→ Records provided
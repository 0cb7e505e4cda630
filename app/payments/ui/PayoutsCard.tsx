import type { ReactNode } from "react";
import { Form } from "react-router";
import { Badge } from "~/components/Badge";
import { Button } from "~/components/Button";
import { Card, CardTitle } from "~/components/Card";

// /account's "Payouts" section for sellers and workshops: whether their payout account is connected,
// and a plain form that sends them to the payment provider's onboarding page (works without JavaScript).

export interface PayoutsView {
  connected: boolean;
  enabled: boolean;
}

export function PayoutsCard({ payouts, message, busy }: { payouts: PayoutsView; message: ReactNode; busy: boolean }) {
  return (
    <Card className="space-y-4" id="payouts">
      <CardTitle>Payouts</CardTitle>
      <p className="flex flex-wrap items-center gap-2">
        {payouts.enabled ? (
          <Badge tone="trace">Payout account connected</Badge>
        ) : payouts.connected ? (
          <Badge tone="brass">Setup not finished</Badge>
        ) : (
          <Badge tone="neutral">No payout account yet</Badge>
        )}
      </p>
      <p className="text-sm text-ink-soft">
        {payouts.enabled
          ? "Buyers can buy your units. Once a buyer accepts a unit, what it sold for, less Loadline's fee, is sent to this account."
          : "Before your first sale, connect the account you want to be paid into. Until then your listings are shown but cannot be bought."}{" "}
        The payment provider holds buyers' money until each sale completes and asks for your details on its own page.
      </p>
      {message}
      <Form method="post">
        <input type="hidden" name="intent" value="connect-payouts" />
        <Button type="submit" variant={payouts.enabled ? "secondary" : "primary"} busy={busy}>
          {payouts.enabled
            ? "Update payout details"
            : payouts.connected
              ? "Finish connecting your payout account"
              : "Connect a payout account"}
        </Button>
      </Form>
    </Card>
  );
}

→ Exercise details
Each line above that contains the string "PayoutsView" should be copied.

→ Final answer
export interface PayoutsView {
export function PayoutsCard({ payouts, message, busy }: { payouts: PayoutsView; message: ReactNode; busy: boolean }) {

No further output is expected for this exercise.